[Collected data]
◇ ◇ ◇ ◇

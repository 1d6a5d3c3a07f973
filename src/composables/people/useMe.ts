import type { ChangeMe } from '../../../shared/contract/me.ts'
import { meApi } from '../../api/meApi.ts'
import { useSession } from '../../stores/session.ts'

/** Changes of one's own account: each goes over the state that was seen, and shows at once. */
export function useMe(): { change: (changes: Omit<ChangeMe, 'revision'>) => Promise<void> } {
  const session = useSession()
  return {
    change: async (changes) => {
      if (session.user === null) return
      session.acceptUser(await meApi.change({ revision: session.user.revision, ...changes }))
    },
  }
}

◇ ◇ ◇ ◇

◆ Task description
Please print each entry once more, exactly as it reads.

◆ Solution
repository 1d6a5d3c3a07f973
filename src/composables/people/useMe.ts
import type { ChangeMe } from '../../../shared/contract/me.ts'
import { meApi } from '../../api/meApi.ts'
import { useSession } from '../../stores/session.ts'

/** Changes of one's own account: each goes over the state that was seen, and shows at once. */
export function useMe(): { change: (changes: Omit<ChangeMe, 'revision'>) => Promise<void> } {
  const session = useSession()
  return {
    change: async (changes) => {
      if (session.user === null) return
      session.acceptUser(await meApi.change({ revision: session.user.revision, ...changes }))
    },
  }
}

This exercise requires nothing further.